» Work to be completed: Your answer must contain each line of the data, copied exactly.

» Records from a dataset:
▬▬▬

"""One testbench of one design as a unit of work a Dask worker can run anywhere.

A task carries the text of every file the deck needs, never a path: a worker may sit on another machine
and must not read anything from the folder the check was started on. It writes the files into a folder
of its own, runs ngspice there with the project's runner (timeouts kill the whole process group), and
returns the measured values or why there are none. It never raises for a simulation that went wrong, so
a failure is a result like any other and Dask's retries are left for workers that die.
"""

from __future__ import annotations

import hashlib
import re
import tempfile
from dataclasses import dataclass, field
from pathlib import Path

from ampfront.optimize.simulator.ngspice import (FAILED, SpiceError, simulate, simulate_loop, simulate_step,
                                                 simulate_swing)

# The testbenches of a design, by what they measure; the file suffix is how `ampfront run` names them.
OPEN_LOOP, SWING, STEP, LOOP = "open_loop", "swing", "step", "loop"
SUFFIX = {OPEN_LOOP: "_tb.sp", SWING: "_swing.sp", STEP: "_step.sp", LOOP: "_loop.sp"}


@dataclass(frozen=True)
class Task:
    design: str
    testbench: str                      # OPEN_LOOP, SWING, STEP or LOOP
    files: tuple[tuple[str, str], ...]  # (file name, text): the deck and the subcircuit it includes
    spice_init: tuple[str, ...] = ()
    v_cm: float = 0.9                   # where the swing sweep reads its mid-scale gain
    timeout: float = 120.0
    corner: str = "nominal"
    digest: str = field(default="", compare=False)   # deck_digest of the above; make_task fills it in
    stem: str = ""      # the files' base name when it is not the design's (a corner's: tsm_001_ss)

    @property
    def base(self) -> str:
        return self.stem or self.design

    @property
    def deck(self) -> str:
        return f"{self.base}{SUFFIX[self.testbench]}"

    @property
    def key(self) -> str:
        """Unique per design, testbench and netlist text: Dask's key, and how a rerun knows what is done."""
        return f"{self.design}:{self.testbench}:{self.corner}:{self.digest}"


def deck_digest(files, spice_init) -> str:
    """SHA-256 over every file's name and text and the .spiceinit lines: a changed design is a new task."""
    h = hashlib.sha256()
    for name, text in sorted(files):
        h.update(name.encode() + b"\0" + text.encode() + b"\0")
    h.update("\n".join(spice_init).encode())
    return h.hexdigest()


def make_task(design: str, testbench: str, files: dict[str, str], spice_init=(), v_cm: float = 0.9,
              timeout: float = 120.0, corner: str = "nominal", stem: str = "") -> Task:
    items = tuple(sorted(files.items()))
    return Task(design, testbench, items, tuple(spice_init), v_cm, timeout, corner, deck_digest(items, spice_init),
                stem)


@dataclass(frozen=True)
class Outcome:
    """What one task measured (`values`, SI units), or `failure` (a SpiceError kind) with its `reason`."""

    key: str
    values: dict
    failure: str = ""
    reason: str = ""


_INCLUDE = re.compile(r"^\s*\.(?:include|inc|lib)\s+(\S+)", re.IGNORECASE | re.MULTILINE)


def _absent_includes(files) -> str:
    """The first absolute model path a deck includes that this machine lacks ('' when all are here)."""
    for _, text in files:
        for path in _INCLUDE.findall(text):
            path = path.strip("'\"")
            if Path(path).is_absolute() and not Path(path).is_file():
                return path
    return ""


def run_task(task: Task) -> Outcome:
    """Runs on a worker: the deck in a private temporary folder, removed afterwards whatever happened."""
    try:
        with tempfile.TemporaryDirectory(prefix="ampfront-task-") as work:
            work = Path(work)
            for name, text in task.files:
                if Path(name).name != name:   # a task names files, never places them
                    return Outcome(task.key, {}, FAILED, f"{name}: not a plain file name")
                (work / name).write_text(text, encoding="utf-8")
            if task.spice_init:
                (work / ".spiceinit").write_text("\n".join(task.spice_init) + "\n", encoding="utf-8")
            absent = _absent_includes(task.files)
            if absent:
                return Outcome(task.key, {}, FAILED, f"{absent}: not on this worker (a remote worker needs the "
                               "device models at the path the client has them)")
            deck = work / task.deck
            if task.testbench == OPEN_LOOP:
                values = simulate(deck, task.timeout)
            elif task.testbench == SWING:
                values = simulate_swing(deck, f"{task.base}_swing.dat", task.v_cm, task.timeout)
            elif task.testbench == STEP:
                values = simulate_step(deck, task.timeout)
            elif task.testbench == LOOP:
                values = simulate_loop(deck, f"{task.base}_loop.dat", task.timeout)
            else:
                return Outcome(task.key, {}, FAILED, f"unknown testbench {task.testbench!r}")
    except SpiceError as error:
        return Outcome(task.key, {}, error.kind, str(error))
    except OSError as error:   # the worker's own disk: full, or no temporary folder
        return Outcome(task.key, {}, FAILED, f"worker could not write the deck: {error}")
    return Outcome(task.key, values)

▬▬▬

» Exercise result:
"""One testbench of one design as a unit of work a Dask worker can run anywhere.

A task carries the text of every file the deck needs, never a path: a worker may sit on another machine
and must not read anything from the folder the check was started on. It writes the files into a folder
of its own, runs ngspice there with the project's runner (timeouts kill the whole process group), and
returns the measured values or why there are none. It never raises for a simulation that went wrong, so
a failure is a result like any other and Dask's retries are left for workers that die.
"""

from __future__ import annotations

import hashlib
import re
import tempfile
from dataclasses import dataclass, field
from pathlib import Path

from ampfront.optimize.simulator.ngspice import (FAILED, SpiceError, simulate, simulate_loop, simulate_step,
                                                 simulate_swing)

# The testbenches of a design, by what they measure; the file suffix is how `ampfront run` names them.
OPEN_LOOP, SWING, STEP, LOOP = "open_loop", "swing", "step", "loop"
SUFFIX = {OPEN_LOOP: "_tb.sp", SWING: "_swing.sp", STEP: "_step.sp", LOOP: "_loop.sp"}


@dataclass(frozen=True)
class Task:
    design: str
    testbench: str                      # OPEN_LOOP, SWING, STEP or LOOP
    files: tuple[tuple[str, str], ...]  # (file name, text): the deck and the subcircuit it includes
    spice_init: tuple[str, ...] = ()
    v_cm: float = 0.9                   # where the swing sweep reads its mid-scale gain
    timeout: float = 120.0
    corner: str = "nominal"
    digest: str = field(default="", compare=False)   # deck_digest of the above; make_task fills it in
    stem: str = ""      # the files' base name when it is not the design's (a corner's: tsm_001_ss)

    @property
    def base(self) -> str:
        return self.stem or self.design

    @property
    def deck(self) -> str:
        return f"{self.base}{SUFFIX[self.testbench]}"

    @property
    def key(self) -> str:
        """Unique per design, testbench and netlist text: Dask's key, and how a rerun knows what is done."""
        return f"{self.design}:{self.testbench}:{self.corner}:{self.digest}"


def deck_digest(files, spice_init) -> str:
    """SHA-256 over every file's name and text and the .spiceinit lines: a changed design is a new task."""
    h = hashlib.sha256()
    for name, text in sorted(files):
        h.update(name.encode() + b"\0" + text.encode() + b"\0")
    h.update("\n".join(spice_init).encode())
    return h.hexdigest()


def make_task(design: str, testbench: str, files: dict[str, str], spice_init=(), v_cm: float = 0.9,
              timeout: float = 120.0, corner: str = "nominal", stem: str = "") -> Task:
    items = tuple(sorted(files.items()))
    return Task(design, testbench, items, tuple(spice_init), v_cm, timeout, corner, deck_digest(items, spice_init),
                stem)


@dataclass(frozen=True)
class Outcome:
    """What one task measured (`values`, SI units), or `failure` (a SpiceError kind) with its `reason`."""

    key: str
    values: dict
    failure: str = ""
    reason: str = ""


_INCLUDE = re.compile(r"^\s*\.(?:include|inc|lib)\s+(\S+)", re.IGNORECASE | re.MULTILINE)


def _absent_includes(files) -> str:
    """The first absolute model path a deck includes that this machine lacks ('' when all are here)."""
    for _, text in files:
        for path in _INCLUDE.findall(text):
            path = path.strip("'\"")
            if Path(path).is_absolute() and not Path(path).is_file():
                return path
    return ""


def run_task(task: Task) -> Outcome:
    """Runs on a worker: the deck in a private temporary folder, removed afterwards whatever happened."""
    try:
        with tempfile.TemporaryDirectory(prefix="ampfront-task-") as work:
            work = Path(work)
            for name, text in task.files:
                if Path(name).name != name:   # a task names files, never places them
                    return Outcome(task.key, {}, FAILED, f"{name}: not a plain file name")
                (work / name).write_text(text, encoding="utf-8")
            if task.spice_init:
                (work / ".spiceinit").write_text("\n".join(task.spice_init) + "\n", encoding="utf-8")
            absent = _absent_includes(task.files)
            if absent:
                return Outcome(task.key, {}, FAILED, f"{absent}: not on this worker (a remote worker needs the "
                               "device models at the path the client has them)")
            deck = work / task.deck
            if task.testbench == OPEN_LOOP:
                values = simulate(deck, task.timeout)
            elif task.testbench == SWING:
                values = simulate_swing(deck, f"{task.base}_swing.dat", task.v_cm, task.timeout)
            elif task.testbench == STEP:
                values = simulate_step(deck, task.timeout)
            elif task.testbench == LOOP:
                values = simulate_loop(deck, f"{task.base}_loop.dat", task.timeout)
            else:
                return Outcome(task.key, {}, FAILED, f"unknown testbench {task.testbench!r}")
    except SpiceError as error:
        return Outcome(task.key, {}, error.kind, str(error))
    except OSError as error:   # the worker's own disk: full, or no temporary folder
        return Outcome(task.key, {}, FAILED, f"worker could not write the deck: {error}")
    return Outcome(task.key, values)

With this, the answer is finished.